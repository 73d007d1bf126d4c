//! Brings plan and log together into a schedule.

use std::collections::{BTreeMap, BTreeSet};

use super::{
    cells, model,
    model::{CAUTION, FORMAT, Schedule},
    plan_words, plot,
};
use crate::{
    domain::{
        expect::Verdict,
        expected::expected,
        kept::Value,
        plan::{Board, Circuit, Job},
        record::Record,
        sequence,
        standing::Standing,
        test::Target,
        words::Worded,
    },
    report::{
        events::{event, work_words},
        history::{History, Shown},
        review::{self, Material},
        words,
    },
};

/// The schedule of a job.
#[must_use]
pub fn schedule(job: &Job, material: &Material) -> Schedule {
    let history = History::of(material.entries, material.standing);
    let targets = by_place(material, &history);
    let sources = sources(job, material.standing, material.required);
    let builder = Builder {
        job,
        material,
        history: &history,
        unchecked: sources
            .iter()
            .filter(|source| !source.checked)
            .map(|source| source.text.clone())
            .collect(),
    };
    let at = |place: Place| targets.get(&place).map_or(&[][..], Vec::as_slice);
    let time = |entry: Option<&crate::domain::standing::Entry>| {
        entry.map(|e| e.time.to_string()).unwrap_or_default()
    };
    Schedule {
        format: FORMAT,
        program: concat!("handsfull ", env!("CARGO_PKG_VERSION")).into(),
        caution: CAUTION,
        job: head(job),
        rules: model::Rules {
            edition: job.rules.edition.clone(),
            temperature: plan_words::temperature(job.rules.temperature),
            cold_loop: plan_words::cold_loop(job.rules.cold_loop),
            electrode: plan_words::electrode(job.rules.electrode),
        },
        supply: supply(job),
        instruments: job
            .instruments
            .iter()
            .map(|instrument| model::Instrument {
                description: instrument.description.clone(),
                serial: instrument.serial.clone(),
                calibrated: instrument.calibrated.clone(),
            })
            .collect(),
        results: builder.rows(at((None, None)), None),
        boards: job
            .boards
            .iter()
            .map(|board| builder.board(board, &at))
            .collect(),
        findings: builder.findings(),
        open: review::open_targets(material)
            .iter()
            .map(|target| format!("{target}: {}", review::state(material, target)))
            .collect(),
        left_out: material
            .standing
            .skipped
            .iter()
            .map(|(target, left)| format!("{target}: {} ({})", left.reason, left.by))
            .collect(),
        works_in: material.standing.works_in.iter().map(work_words).collect(),
        amendments: builder.amendments(),
        notes: material
            .entries
            .iter()
            .filter(|e| matches!(e.record, Record::Note { .. } | Record::Incident { .. }))
            .map(|e| format!("{} {}", review::number(material, e), event(&e.record)))
            .collect(),
        sources,
        from: time(material.entries.first()),
        to: time(material.entries.last()),
        integrity: model::IntegrityShown {
            statement: material.integrity.statement(),
            parts: material.integrity.clone(),
        },
    }
}

type Place = (Option<String>, Option<String>);

/// Every target that is required or has a value, by board and circuit, required ones first and in
/// working order.
fn by_place<'a>(
    material: &Material<'a>,
    history: &History<'a>,
) -> BTreeMap<Place, Vec<&'a Target>> {
    let mut all: BTreeMap<Place, Vec<&'a Target>> = BTreeMap::new();
    let required: BTreeSet<&Target> = material.required.iter().collect();
    let also = history
        .targets()
        .filter(|target| !required.contains(target));
    for target in material.required.iter().chain(also) {
        let place = (
            target.board.as_ref().map(ToString::to_string),
            target.circuit.map(|no| no.to_string()),
        );
        all.entry(place).or_default().push(target);
    }
    all
}

fn head(job: &Job) -> model::JobHead {
    model::JobHead {
        reference: job.reference.clone(),
        title: job.title.clone(),
        address: job.address.clone(),
        client: job.client.clone(),
        testers: job.testers.clone(),
        ambient_c: job.ambient_c,
    }
}

fn supply(job: &Job) -> model::Supply {
    let supply = &job.supply;
    model::Supply {
        earthing: supply.earthing.word(),
        u0_v: supply.u0_v,
        phases: if supply.three_phase { 3 } else { 1 },
        ze_ohm: supply.ze_ohm,
        fault_ka: supply.fault_ka,
        main_earth: supply.main_earth.map(plan_words::run),
        electrodes: supply.electrodes.clone(),
        other_sources: supply.other_sources.clone(),
    }
}

/// Every source behind the ranges and limits of the required tests, each once.
fn sources(job: &Job, standing: &Standing, required: &[Target]) -> Vec<model::SourceShown> {
    let mut all: Vec<model::SourceShown> = vec![];
    let mut add =
        |text: &str, checked: bool| match all.iter_mut().find(|source| source.text == text) {
            Some(source) => source.checked &= checked,
            None => all.push(model::SourceShown {
                text: text.into(),
                checked,
            }),
        };
    for target in required {
        let expected = expected(job, target, &standing.kept);
        for source in &expected.sources {
            add(&source.text, source.checked);
        }
        if let Some(limit) = &expected.limit {
            add(&limit.source.text, limit.source.checked);
        }
        if let Some(voltage) = sequence::test_voltage(job, target) {
            add(&voltage.source.text, voltage.source.checked);
        }
    }
    all
}

struct Builder<'a> {
    job: &'a Job,
    material: &'a Material<'a>,
    history: &'a History<'a>,
    unchecked: BTreeSet<String>,
}

impl<'a> Builder<'a> {
    fn board(&self, board: &Board, at: &impl Fn(Place) -> &'a [&'a Target]) -> model::Board {
        let id = board.id.to_string();
        model::Board {
            results: self.rows(at((Some(id.clone()), None)), None),
            circuits: board
                .circuits
                .iter()
                .map(|circuit| {
                    let targets = at((Some(id.clone()), Some(circuit.no.to_string())));
                    self.circuit(&id, circuit, targets)
                })
                .collect(),
            id,
            place: board.place.clone(),
            fed_from: board
                .fed_from
                .as_ref()
                .map(|(board, no)| format!("{board}/{no}")),
            zdb_ohm: board.zdb_ohm,
            surge_protection: board.surge_protection,
        }
    }

    fn circuit(&self, board: &str, circuit: &Circuit, targets: &[&Target]) -> model::Circuit {
        model::Circuit {
            no: circuit.no.to_string(),
            name: circuit.name.clone(),
            kind: circuit.kind.word(),
            three_phase: circuit.three_phase,
            points: circuit.points.len(),
            line: plan_words::conductor(circuit.cable.line),
            cpc: circuit.cable.cpc.map(plan_words::conductor),
            length_m: circuit.length.m,
            length_basis: circuit.length.basis.word(),
            device: plan_words::device(circuit.device),
            rcd_ma: circuit.device.rcd.map(|rcd| rcd.rated_ma),
            columns: cells::columns(self.material, self.history, targets),
            results: self.rows(targets, Some(circuit)),
            plots: plot::plots(&format!("{board}/{}", circuit.no), self.history, targets),
        }
    }

    fn rows(&self, targets: &[&Target], circuit: Option<&Circuit>) -> Vec<model::Row> {
        targets
            .iter()
            .map(|target| self.row(target, circuit))
            .collect()
    }

    fn row(&self, target: &Target, circuit: Option<&Circuit>) -> model::Row {
        let shown = self.history.counting(target);
        let expected = shown.and_then(|s| s.expected);
        let source = expected.map(|e| e.source.clone()).filter(|s| !s.is_empty());
        let measured = shown.filter(|s| s.amends.is_none()).map(|s| s.measured);
        let point_name = target.point.and_then(|no| {
            let point = circuit?.points.iter().find(|p| p.no == no)?;
            (!point.name.is_empty()).then(|| point.name.clone())
        });
        let (value, unit) = match shown.map(|s| (s, &s.value)) {
            Some((_, Some(Value::Reading(reading)))) => (
                Some(reading.figure()),
                reading.unit().map(|unit| unit.word().to_owned()),
            ),
            Some((shown, _)) => (Some(shown.text.clone()), None),
            None => (None, None),
        };
        let figures = target.test.unit().is_some();
        model::Row {
            test: target.test.word(),
            title: target.test.title(),
            point: target.point.map(|no| no.0),
            point_name,
            name: target.name.clone(),
            test_voltage_v: sequence::test_voltage(self.job, target).map(|v| v.volts),
            state: match shown {
                Some(_) => "measured",
                None => self.state(target),
            },
            state_words: shown
                .is_none()
                .then(|| review::state(self.material, target)),
            value,
            unit,
            printed: shown.map(|s| s.text.clone()),
            verdict: shown.filter(|_| figures).map(|s| verdict(s.verdict)),
            lies: shown.filter(|_| figures).map(|s| words::lies(s.verdict)),
            mark: shown
                .filter(|_| figures)
                .map_or("", |s| words::mark(s.verdict)),
            expected_low: expected.and_then(|e| e.low.clone()),
            expected_high: expected.and_then(|e| e.high.clone()),
            limit: expected.and_then(|e| e.limit.clone()),
            expected_unit: expected.map(|e| e.unit.clone()),
            expected: expected.map(words::range),
            source_checked: source.as_ref().map(|s| !self.unchecked.contains(s)),
            source,
            entry: shown.map(|s| s.entry.no),
            time: shown.map(|s| s.entry.time.to_string()),
            entered: shown.map(|s| match s.amends {
                Some(_) => "amended",
                None => words::entered(s.measured.entered),
            }),
            by: shown.map(|s| s.by().to_owned()),
            heard: measured.and_then(|m| m.heard.clone()),
            kept_as_found: measured.and_then(|m| m.kept_as_found.clone()),
            corrects: shown.and_then(Shown::corrects),
        }
    }

    fn state(&self, target: &Target) -> &'static str {
        let standing = self.material.standing;
        if standing.undecided.contains_key(target) {
            "undecided"
        } else if standing.repeats.contains_key(target) {
            "to-repeat"
        } else if standing.skipped.contains_key(target) {
            "left-out"
        } else if self
            .history
            .of_target(target)
            .any(|s| standing.unreadable.contains(&s.entry.no))
        {
            "unreadable"
        } else {
            "not-measured"
        }
    }

    fn findings(&self) -> Vec<model::Finding> {
        let mut findings: Vec<model::Finding> = self
            .history
            .iter()
            .filter(|shown| shown.counts)
            .filter(|shown| shown.verdict.questioned() || !shown.measured.findings.is_empty())
            .map(|shown| model::Finding {
                entry: shown.entry.no,
                target: shown.target.to_string(),
                value: shown.text.clone(),
                lies: words::lies(shown.verdict),
                expected: shown
                    .expected
                    .map_or_else(|| "none given".into(), words::range),
                // An amended value was not looked at again: its meanings were the old one's.
                meanings: match shown.amends {
                    Some(_) => vec![],
                    None => shown
                        .measured
                        .findings
                        .iter()
                        .map(|f| f.text.clone())
                        .collect(),
                },
                kept_as_found: shown.measured.kept_as_found.clone(),
            })
            .collect();
        findings.sort_by_key(|finding| finding.entry);
        findings
    }

    fn amendments(&self) -> Vec<model::Amendment> {
        self.history
            .iter()
            .filter_map(|shown| {
                let (corrects, reason, by) = shown.amends?;
                Some(model::Amendment {
                    entry: shown.entry.no,
                    time: shown.entry.time.to_string(),
                    target: shown.target.to_string(),
                    corrects,
                    from: self
                        .history
                        .entry(corrects)
                        .map(|old| old.text.clone())
                        .unwrap_or_default(),
                    to: shown.text.clone(),
                    reason: reason.to_owned(),
                    by: by.to_owned(),
                })
            })
            .collect()
    }
}

/// The verdict as the word it has in the log.
fn verdict(verdict: Verdict) -> &'static str {
    match verdict {
        Verdict::InRange => "in-range",
        Verdict::Below => "below",
        Verdict::Above => "above",
        Verdict::Open => "open",
        Verdict::NotOpen => "not-open",
        Verdict::BeyondLimit => "beyond-limit",
        Verdict::Unknown => "unknown",
    }
}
===============
Aim of the exercise -
From the entries above, copy each line holding "cells".

Answer for this exercise -
    cells, model,
            columns: cells::columns(self.material, self.history, targets),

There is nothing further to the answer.